# Compu-Shack Gigaline Switch 2024 Goldline



## Skysnake (19. August 2010)

Hi Leute,

hab obigen Switch sehr günstig bekommen, leider war kein Handbuch mehr dabei und jetzt hab ich das Problem das ich das Ding nicht zum laufen bekomm 

Wäre richtig cool, wenn jemand behilflich dabei sein könnte den Switch zum laufen zu bekommen, will den für kleinere Lan´s oder so nutzen.


----------



## Lexx (19. August 2010)

*AW: Hilfe: Compu-Shack Gigaline Switch 2024 Goldline*

sag, magst dir nicht das handbuch raussuchen, runterladen, 
und selbst den router einrichten.. ?

abgesehen davon, du ja nicht mal das exakte modell angibst.


----------



## Skysnake (19. August 2010)

*AW: Hilfe: Compu-Shack Gigaline Switch 2024 Goldline*

lesen ftw... 

Zitat aus dem Topic: 





> Hilfe: Compu-Shack Gigaline Switch 2024 Goldline


glaub genauer gehts nicht...

Und kannst ja gern mal nach nem Handbuch suchen im Netz.... Rat mal was ich gemacht hab. Compu-Shack gibt es nicht mehr, daher auch kein Support oder Handbuch vom Hersteller beziehbar, und ansonsten liefert Google etc auch nichts

EDIT: 

Achso und noch was, das ist nen SWITCH kein Router, nur so nebenbei. Sollte nen Layer 2 Switch sein wenn ichs richtig im Kopf hab.

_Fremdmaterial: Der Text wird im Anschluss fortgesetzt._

"""The work journal: durable chunks, resume, atomic finish, bounded memory.

The expected values are the journal's own contract (ensemble/run/journal.py; the
project's reference, ensemble/scenario/reference.md, on ``--resume`` and ``--force``);
quantiles are compared with ``numpy.quantile`` over all members held in memory (Hyndman
and Fan 1996, definition 7).
"""

from __future__ import annotations

import errno
import os
import pickle

import netCDF4
import numpy as np
import pytest
import xarray as xr

from ensemble import durable
from ensemble.errors import (FingerprintMismatch, IncompleteWork, ResultExists, StoreWriteError,
                             WorkInProgress)
from ensemble.output import brackets as brackets_module
from ensemble.output import result_file, writer
from ensemble.output.finish import block_plan
from ensemble.output.quantiles import in_summary
from ensemble.output.selection import pilot_brackets
from ensemble.output.result_file import result_fingerprint
from ensemble.run import chunk_files
from ensemble.run import tasks  # noqa: F401 (how tasks pickle the scenario's tables)
from ensemble.run.journal import WorkJournal, partial_path
from support import fill, grouped_scenario, layout_of, made_up_members


@pytest.fixture
def layout(tmp_path):
    return layout_of(grouped_scenario(tmp_path, members=10))


def _open(path, layout, **options):
    return WorkJournal.open(path, layout, **{"resume": False, "force": False, **options})


def _numbers(path) -> dict[str, np.ndarray]:
    with xr.open_dataset(path, decode_times=False) as dataset:
        return {name: dataset[name].values for name in dataset.data_vars}


def _assert_same_numbers(first, second):
    a, b = _numbers(first), _numbers(second)
    assert a.keys() == b.keys()
    for name in a:
        np.testing.assert_array_equal(a[name], b[name], err_msg=name)


def test_pending_cuts_partly_saved_chunks_to_what_is_missing(tmp_path, layout):
    journal = _open(tmp_path / "r.nc", layout)
    journal.save((0, 0, 4), *made_up_members(layout, 0, 0, 4))
    journal.save((0, 8, 10), *made_up_members(layout, 0, 8, 10))
    asked = [(0, 0, 6), (0, 6, 10), (1, 0, 10)]
    assert journal.pending(asked) == [(0, 4, 6), (0, 6, 8), (1, 0, 10)]
    assert journal.saved() == [(0, 0, 4), (0, 8, 10)]


def test_save_checks_keys_members_and_shapes(tmp_path, layout):
    journal = _open(tmp_path / "r.nc", layout)
    journal.save((0, 0, 4), *made_up_members(layout, 0, 0, 4))
    with pytest.raises(ValueError, match="overlaps"):
        journal.save((0, 2, 6), *made_up_members(layout, 0, 2, 6))
    with pytest.raises(ValueError, match="holds members"):
        journal.save((0, 5, 9), *made_up_members(layout, 0, 4, 8))
    with pytest.raises(ValueError, match="outside"):
        journal.save((0, 8, 11), *made_up_members(layout, 0, 8, 11))
    result, reported = made_up_members(layout, 1, 0, 3)
    del reported["infectious_days"]
    with pytest.raises(ValueError, match="infectious_days"):
        journal.save((1, 0, 3), result, reported)
    result, reported = made_up_members(layout, 1, 0, 3)
    reported["susceptibility"] = reported["susceptibility"][0]     # one group missing
    with pytest.raises(ValueError, match="susceptibility.*expected"):
        journal.save((1, 0, 3), result, reported)


def test_load_returns_what_was_saved(tmp_path, layout):
    journal = _open(tmp_path / "r.nc", layout)
    result, reported = made_up_members(layout, 1, 3, 7)
    journal.save((1, 3, 7), result, reported)
    loaded, loaded_reported = journal.load((1, 3, 7))
    for name in ("members", "state", "flow_count", "step_error", "observed_order", "status"):
        np.testing.assert_array_equal(getattr(loaded, name), getattr(result, name))
    for name in reported:
        np.testing.assert_array_equal(loaded_reported[name], reported[name])


def test_resume_after_a_kill_finishes_the_same_file(tmp_path, layout):
    """A run killed after one chunk, mid-way through writing another (a stray temporary
    left behind; and a half-written result file from an earlier kill during finish),
    resumed with another chunk size, gives the uninterrupted run's file."""
    reference = _open(tmp_path / "reference.nc", layout)
    fill(reference, layout, chunk=10)
    reference.finish()

    path = tmp_path / "r.nc"
    killed = _open(path, layout)
    killed.save((0, 0, 3), *made_up_members(layout, 0, 0, 3))
    stray = partial_path(path) / ".tmp-chunk-v0-0000000003-0000000006-99999"
    stray.mkdir()
    (stray / "state.npy").write_bytes(b"half a chunk")
    half_written_result = tmp_path / f".r.nc.x1y2z3{result_file.UNFINISHED_SUFFIX}"
    half_written_result.write_bytes(b"killed while finishing")
    del killed

    resumed = _open(path, layout, resume=True)
    assert not stray.exists() and not half_written_result.exists()
    missing = resumed.pending([(v, first, min(first + 4, 10)) for v in range(2)
                               for first in range(0, 10, 4)])
    assert missing[0] == (0, 3, 4)
    assert sum(end - first for _, first, end in missing) == 2 * 10 - 3
    for key in missing:
        resumed.save(key, *made_up_members(layout, *key))
    assert resumed.finish() == path
    assert not partial_path(path).exists()
    _assert_same_numbers(path, tmp_path / "reference.nc")


def test_after_a_crash_of_the_system_only_durable_chunks_are_kept(tmp_path, layout):
    """Chunks are not fsynced as they are saved, so a chunk written in an earlier boot
    (the system crashed, its data may never have reached the disk) is recomputed unless
    make_durable listed it; chunks of this boot are kept as they are."""
    path = tmp_path / "r.nc"
    journal = _open(path, layout)
    for key in [(0, 0, 3), (0, 3, 6), (1, 0, 3)]:
        journal.save(key, *made_up_members(layout, *key))
    journal.make_durable([(0, 0, 3)])
    journal.close()                     # the run ends (its lock is released)
    assert _open(path, layout, resume=True).saved() == [(0, 0, 3), (0, 3, 6), (1, 0, 3)]
    for name in ("chunk-v0-0000000000-0000000003", "chunk-v0-0000000003-0000000006"):
        (partial_path(path) / name / chunk_files.BOOT_FILE).write_text("an earlier boot")
        chunk_files.write_checksums(partial_path(path) / name)   # as that boot wrote it
    resumed = _open(path, layout, resume=True)
    assert resumed.saved() == [(0, 0, 3), (1, 0, 3)]
    np.testing.assert_array_equal(resumed.load((0, 0, 3))[0].state,
                                  made_up_members(layout, 0, 0, 3)[0].state)


def test_without_resume_old_work_is_kept_unless_forced(tmp_path, layout):
    path = tmp_path / "r.nc"
    _open(path, layout).save((0, 0, 3), *made_up_members(layout, 0, 0, 3))
    with pytest.raises(WorkInProgress, match="--resume.*--force"):
        _open(path, layout)
    assert _open(path, layout, resume=True).saved() == [(0, 0, 3)]
    assert _open(path, layout, force=True).saved() == []


def test_resume_of_a_different_scenario_is_refused(tmp_path, layout):
    path = tmp_path / "r.nc"
    _open(path, layout).save((0, 0, 3), *made_up_members(layout, 0, 0, 3))
    other = layout_of(layout.scenario, fingerprint="0" * 64)
    with pytest.raises(FingerprintMismatch):
        _open(path, other, resume=True)
    assert _open(path, layout, resume=True).saved() == [(0, 0, 3)]


def test_an_existing_result_is_replaced_only_when_forced(tmp_path, layout):
    path = tmp_path / "r.nc"
    path.write_bytes(b"an older result")
    with pytest.raises(ResultExists):
        _open(path, layout)
    journal = _open(path, layout, force=True)
    fill(journal, layout, chunk=5)
    assert path.read_bytes() == b"an older result"      # untouched until finish
    journal.finish()
    assert result_fingerprint(path) == layout.fingerprint
    assert WorkJournal.is_complete(path, layout.fingerprint)
    assert not WorkJournal.is_complete(path, "0" * 64)


def test_finish_names_missing_members(tmp_path, layout):
    journal = _open(tmp_path / "r.nc", layout)
    fill(journal, layout, chunk=5)
    chunk = journal.chunks.directory((1, 5, 10))
    for entry in chunk.iterdir():
        entry.unlink()
    chunk.rmdir()
    with pytest.raises(IncompleteWork, match="members 5-9 of variant 'fewer-contacts'"):
        journal.finish()
    assert not (tmp_path / "r.nc").exists()


def test_the_final_name_appears_only_complete(tmp_path, layout, monkeypatch):
    """At the rename, the final name is still absent and the temporary is a complete
    result in the same directory (so the rename is atomic)."""
    path = tmp_path / "r.nc"
    journal = _open(path, layout)
    fill(journal, layout, chunk=5)
    seen = []
    real_replace = os.replace

    def checking_replace(source, target):
        assert not os.path.exists(target)
        assert os.path.dirname(os.fspath(source)) == os.fspath(tmp_path)
        seen.append(result_fingerprint(source))
        with netCDF4.Dataset(source) as nc:
            assert "state" in nc.variables and "flow_count" in nc.variables
        real_replace(source, target)

    monkeypatch.setattr(durable.os, "replace", checking_replace)
    journal.finish()
    assert seen == [layout.fingerprint]


@pytest.mark.parametrize("failure, message", [
    (OSError(errno.ENOSPC, os.strerror(errno.ENOSPC)), "No space left on device"),
    (RuntimeError("NetCDF: HDF error"), "HDF error.*MiB free"),
])
def test_a_full_disk_keeps_the_chunks_for_resume(tmp_path, layout, monkeypatch, failure,
                                                 message):
    """A write error while finishing (as Python's OSError, or as the netCDF library's
    RuntimeError, which is how a full disk shows up inside HDF5) is a StoreWriteError;
    no temporary stays behind and the chunks are there for a resume (which the command
    line names, tests/test_clear_errors.py)."""
    path = tmp_path / "r.nc"
    journal = _open(path, layout)
    fill(journal, layout, chunk=5)

    def disk_full(*args, **kwargs):
        raise failure

    monkeypatch.setattr(writer, "write_trajectories", disk_full)
    with pytest.raises(StoreWriteError, match=message):
        journal.finish()
    assert not path.exists()
    assert [p.name for p in tmp_path.iterdir() if p.name.startswith(".")] == []
    monkeypatch.undo()
    resumed = _open(path, layout, resume=True)
    assert len(resumed.saved()) == 4
    resumed.finish()
    assert result_fingerprint(path) == layout.fingerprint


def test_an_unwritable_destination_is_a_store_error(tmp_path, layout):
    blocker = tmp_path / "not-a-directory"
    blocker.write_text("a file where a directory should be")
    with pytest.raises(StoreWriteError, match="cannot write"):
        _open(blocker / "r.nc", layout)


def test_without_members_the_file_keeps_summaries_only(tmp_path):
    layout = layout_of(grouped_scenario(tmp_path, members=10, keep_members=False))
    journal = _open(tmp_path / "r.nc", layout)
    fill(journal, layout, chunk=4)
    loaded, _ = journal.load((0, 0, 4))
    assert loaded.state.shape[0] == 4           # the work in progress keeps trajectories
    journal.finish()
    with netCDF4.Dataset(tmp_path / "r.nc") as nc:
        assert "state" not in nc.variables and "flow_count" not in nc.variables
        assert {"state_quantile", "peak_value", "status"} <= set(nc.variables)


def test_block_plan_covers_every_cell_once_within_budget():
    members, rows, times, budget = 3000, 7, 50, 100_000
    seen = np.zeros((times, rows), dtype=int)
    for time_range, row_range in block_plan(members, rows, times, budget):
        size = (time_range.stop - time_range.start) * (row_range.stop - row_range.start)
        assert size * members * 8 <= budget
        seen[time_range, row_range] += 1
    assert (seen == 1).all()
    assert len(block_plan(10, 3, 20, 10**9)) == 1
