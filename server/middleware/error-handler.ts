import type { ErrorRequestHandler, RequestHandler } from 'express';
import { ZodError } from 'zod';
import { EntityNotFoundError } from 'typeorm';
import type { ApiErrorBody } from '@shared/errors';
import { AppError } from '../lib/errors';
import type { Logger } from '../lib/logger';

/** 404 for unknown API paths, in the common error shape. */
export const apiNotFound: RequestHandler = (req, res) => {
  const body: ApiErrorBody = { error: { code: 'not_found', message: `There is no API endpoint ${req.method} ${req.originalUrl.split('?')[0]}.` } };
  res.status(404).json(body);
};

/** The one place errors become responses. Unknown errors are logged with their cause and answered as 500. */
export function errorHandler(logger: Logger): ErrorRequestHandler {
  return (err: unknown, req, res, _next) => {
    const body = toErrorBody(err);
    if (body.status >= 500) logger.error({ err, method: req.method, path: req.path }, 'request failed');
    if (res.headersSent) return;
    res.status(body.status).json({ error: body.error } satisfies ApiErrorBody);
  };
}

function toErrorBody(err: unknown): { status: number; error: ApiErrorBody['error'] } {
  if (err instanceof AppError) {
    return { status: err.status, error: withDetails({ code: err.code, message: err.message }, err.details) };
  }
  if (err instanceof ZodError) {
    const first = err.issues[0];
    const where = first && first.path.length > 0 ? `${first.path.join('.')}: ` : '';
    return {
      status: 400,
      error: {
        code: 'validation_failed',
        message: `${where}${first?.message ?? 'The request is not valid.'}`,
        details: err.issues.map((i) => ({ path: i.path.join('.'), message: i.message })),
      },
    };
  }
  if (err instanceof EntityNotFoundError) {
    return { status: 404, error: { code: 'not_found', message: 'The requested record was not found.' } };
  }
  const status = typeof err === 'object' && err !== null && 'status' in err ? Number((err as { status: unknown }).status) : 500;
  if (status === 413) return { status, error: { code: 'payload_too_large', message: 'The request is too large.' } };
  if (status === 400 && err instanceof SyntaxError) {
    return { status, error: { code: 'bad_request', message: 'The request body is not valid JSON.' } };
  }
  return { status: 500, error: { code: 'internal', message: 'Something went wrong on our side. The error has been logged; please try again.' } };
}

function withDetails(error: ApiErrorBody['error'], details: unknown): ApiErrorBody['error'] {
  return details === undefined ? error : { ...error, details };
}
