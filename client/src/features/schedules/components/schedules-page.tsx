import type { SummaryScheduleRowDto } from '@shared/api/schedules';
import { createColumnHelper } from '@tanstack/react-table';
import { DataTable } from '@/components/ui/data-table';
import { Empty, ErrorState, Loading } from '@/components/ui/states';
import { buttonSecondary } from '@/components/ui/styles';
import { formatDateTime } from '@/lib/format';
import { useSchedules, useSetSummaryPaused } from '../api/schedules';

const column = createColumnHelper<SummaryScheduleRowDto>();

/** What Cutline does by itself and when: recomputes, and every director's summary e-mail. */
export function SchedulesPage() {
  const schedules = useSchedules();
  const pause = useSetSummaryPaused();
  const columns = [
    column.accessor('person', { header: 'Director', cell: (c) => <span>{c.getValue()}{c.row.original.active ? '' : ' (switched off)'}</span> }),
    column.accessor('scheduleText', { header: 'When' }),
    column.accessor('programs', { header: 'Programs', cell: (c) => (c.getValue().length ? c.getValue().join(', ') : 'All granted programs') }),
    column.accessor('nextDueAt', { header: 'Next', cell: (c) => (c.row.original.paused ? 'Paused' : c.getValue() ? formatDateTime(c.getValue()) : 'Not sent (account switched off)') }),
    column.accessor('lastSentAt', { header: 'Last sent', cell: (c) => (c.getValue() ? formatDateTime(c.getValue()) : 'Never') }),
    column.display({
      id: 'pause',
      header: 'Action',
      cell: ({ row }) => (
        <button
          type="button"
          className={buttonSecondary}
          disabled={pause.isPending}
          onClick={() => pause.mutate({ id: row.original.subscriptionId, paused: !row.original.paused })}
          aria-label={`${row.original.paused ? 'Resume' : 'Pause'} the summary of ${row.original.person}`}
        >
          {row.original.paused ? 'Resume' : 'Pause'}
        </button>
      ),
    }),
  ];
  return (
    <>
      <section className="mb-8 rounded-lg border border-rule bg-panel p-5 text-sm text-ink-700" aria-label="Recomputes">
        <h2 className="mb-2 font-semibold text-ink-900">Recomputes</h2>
        <p>
          Results are recomputed by themselves when an extract is accepted, when an evaluation design or a cutoff schedule changes, and every night for anything out of date. Analysts can start one at any time
          from a program’s run log; failed runs retry after 30 seconds, 2 minutes and 8 minutes.
        </p>
      </section>
      <h2 className="mb-3 text-lg font-semibold text-ink-900">Directors’ summary e-mails</h2>
      {schedules.isPending ? (
        <Loading label="Loading schedules…" />
      ) : schedules.isError ? (
        <ErrorState error={schedules.error} onRetry={() => void schedules.refetch()} />
      ) : schedules.data.summaries.length === 0 ? (
        <Empty title="No directors yet">Grant someone the director role under People and roles; their summary starts on the default schedule.</Empty>
      ) : (
        <DataTable columns={columns} rows={schedules.data.summaries} label="Summary e-mail schedules" rowKey={(r) => r.subscriptionId} />
      )}
      {pause.isError ? <ErrorState error={pause.error} /> : null}
      <p className="mt-3 text-xs text-ink-500">Directors choose their own schedule and programs under “My summary”. Times are in each schedule’s own time zone; dates here in the agency’s.</p>
    </>
  );
}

Auf jedenfall mit Management-Funktion


----------



## Lexx (19. August 2010)

*AW: Hilfe: Compu-Shack Gigaline Switch 2024 Goldline*

oh, sorry, my fault.

vom gigaline 2024 goldline managed switch gibts 7 verschiedene modelle.

welche hast du?


----------



## Skysnake (19. August 2010)

*AW: Hilfe: Compu-Shack Gigaline Switch 2024 Goldline*

ähm sollte eigentlich nur ein Modell geben, aber halt mit unterschiedlichen Modulen, ansonsten setz mal bitte den Link zu der Seite, dann sag ichs dir.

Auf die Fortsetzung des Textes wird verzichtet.